Laurent Seigne
- Born: 12 August 1960 (age 66) Tulle, France
- Height: 5 ft 10 in (178 cm)
- Weight: 227 lb (103 kg)

Rugby union career
- Position: Prop

International career
- Years: Team / Apps / (Points)
- 1989–95: France / 15 / (0)

= Laurent Seigne =

French rugby union player (born 1960)

Laurent Seigne (born 12 August 1960) is a French former rugby union coach and international player.

Born in Tulle, Seigne was a junior at both ASPO Brive and Stade Clermontois.

Seigne, a prop, was known for his toughness and played in SU Agen's French Championship-winning team of 1988. It was from that club that he gained the first of his 15 France caps in 1989, in a match against the British Lions. In 1993, Seigne featured in all four Tests for France in their victorious Five Nations campaign. He was a used player for France's historic series win over the All Blacks on the 1994 tour of New Zealand.
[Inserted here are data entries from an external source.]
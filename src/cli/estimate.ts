// How long a design may take, before it starts: the problem's size times the speed of this
// machine, measured on a small job of the same core. The figure is an upper bound (every
// start running to its iteration limit); most designs stop earlier, at their target.
import { systemCostFactor } from '../core/cost.ts';
import { needsLadder } from '../core/system.ts';
import type { Member, Problem, Pulse } from '../core/types.ts';
import { formatTime } from './format.ts';

export { systemCostFactor } from '../core/cost.ts';

/** Optimiser iterations cost about this many figure-and-gradient evaluations (L-BFGS line searches). */
const EVALUATIONS_PER_ITERATION = 1.2;
/** A figure-and-gradient evaluation costs about this many figure-only evaluations (npm run bench). */
const GRADIENT_OVER_FIGURE = 2.6;
/** Cost per member-sample of a qubit gradient evaluation assumed before measuring (s); a generous guess. */
export const ASSUMED_SECONDS_PER_MEMBER_SAMPLE = 2e-8;

/** The time a design may take and what the figure rests on. */
export interface DesignEstimate {
  /** Upper bound of the wall time (s), every start to its iteration limit. */
  seconds: number;
  /** One optimiser iteration (s): the longest a stop inside the same thread can wait. */
  iterationSeconds: number;
  /** Gradient cost per member-sample of this problem's system (s): the qubit's times systemCostFactor. */
  secondsPerMemberSample: number;
  /** The qubit's gradient cost per member-sample it rests on (s), measured or assumed. */
  qubitSecondsPerMemberSample: number;
  threads: number;
}

/** Members the core processes: padded to a multiple of 4 on the qubit kernels; the ladder kernels take one at a time. */
function paddedMembers(problem: Problem): number {
  const multiple = needsLadder(problem.target, problem.system) ? 1 : 4;
  return Math.ceil(problem.members.length / multiple) * multiple;
}

/** The estimate from the qubit's cost per member-sample, scaled to the problem's system (the time limit, when set, caps it). */
export function estimateDesign(problem: Problem, threads: number, qubitSecondsPerMemberSample = ASSUMED_SECONDS_PER_MEMBER_SAMPLE): DesignEstimate {
  const { segments, optimizer } = problem;
  const secondsPerMemberSample = qubitSecondsPerMemberSample * systemCostFactor(problem);
  const iterationSeconds = EVALUATIONS_PER_ITERATION * secondsPerMemberSample * segments * paddedMembers(problem);
  const startsPerThread = Math.ceil(optimizer.starts / Math.max(1, threads));
  const seconds = Math.min(iterationSeconds * optimizer.maxIterations * startsPerThread, optimizer.timeLimit);
  return { seconds, iterationSeconds, secondsPerMemberSample, qubitSecondsPerMemberSample, threads };
}

/**
 * The qubit's gradient cost per member-sample on this machine: a figure-only evaluation of a
 * small qubit job timed for about 20 ms, scaled by the gradient's known cost ratio (another
 * system's cost follows from it by systemCostFactor, without timing a slow job).
 */
export function measureSecondsPerMemberSample(evaluateMembers: (target: Problem['target'], pulse: Pulse, members: Member[]) => unknown): number {
  const n = 256;
  const members: Member[] = Array.from({ length: 16 }, (_, k) => ({ detuning: 1e5 * (k - 8), amplitudeError: 0.01 * (k % 4), weight: 1 }));
  const i = new Float64Array(n).fill(1e6);
  const q = new Float64Array(n).fill(5e5);
  const pulse: Pulse = { dt: 1e-9, i, q, metadata: {} };
  const target: Problem['target'] = { kind: 'gate', axis: [1, 0, 0], angleRad: Math.PI / 2 };
  evaluateMembers(target, pulse, members); // loads and warms the core
  let runs = 0;
  const t0 = performance.now();
  while (performance.now() - t0 < 20) {
    evaluateMembers(target, pulse, members);
    runs++;
  }
  const perRun = (performance.now() - t0) / 1000 / runs;
  return (GRADIENT_OVER_FIGURE * perRun) / (n * members.length);
}

/** A duration for people: "45 s", "12 min", "3.2 h". */
export function formatDuration(seconds: number): string {
  if (seconds < 60) return formatTime(Number(seconds.toPrecision(2)));
  if (seconds < 3600) return `${Number((seconds / 60).toPrecision(2))} min`;
  return `${Number((seconds / 3600).toPrecision(2))} h`;
}

/** The announcement of a long design, naming what makes it long and how to run it anyway. */
export function longDesignNotice(problem: Problem, e: DesignEstimate): string {
  const { optimizer } = problem;
  return (
    `this design may take up to about ${formatDuration(e.seconds)} here: ${optimizer.starts} start${optimizer.starts === 1 ? '' : 's'} x up to ` +
    `${optimizer.maxIterations} iterations of ${problem.segments} segments x ${problem.members.length} members, ` +
    `about ${formatDuration(e.iterationSeconds)} per iteration on ${e.threads} thread${e.threads === 1 ? '' : 's'} ` +
    `(most designs stop earlier, at their target)`
  );
}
By the time he retired in 1995, Seigne had played senior rugby for five French clubs, US Cognac, SU Agen, RC Narbonne, Mérignac and CA Brive.

As a coach, Seigne had his first assignment with CA Brive and led the club to the 1996–97 Heineken Cup title. After two year as an assistant coach at Gloucester, he returned to France, where he had stints as head coach with CS Bourgoin-Jallieu and Castres Olympique, as well as a second spell at CA Brive.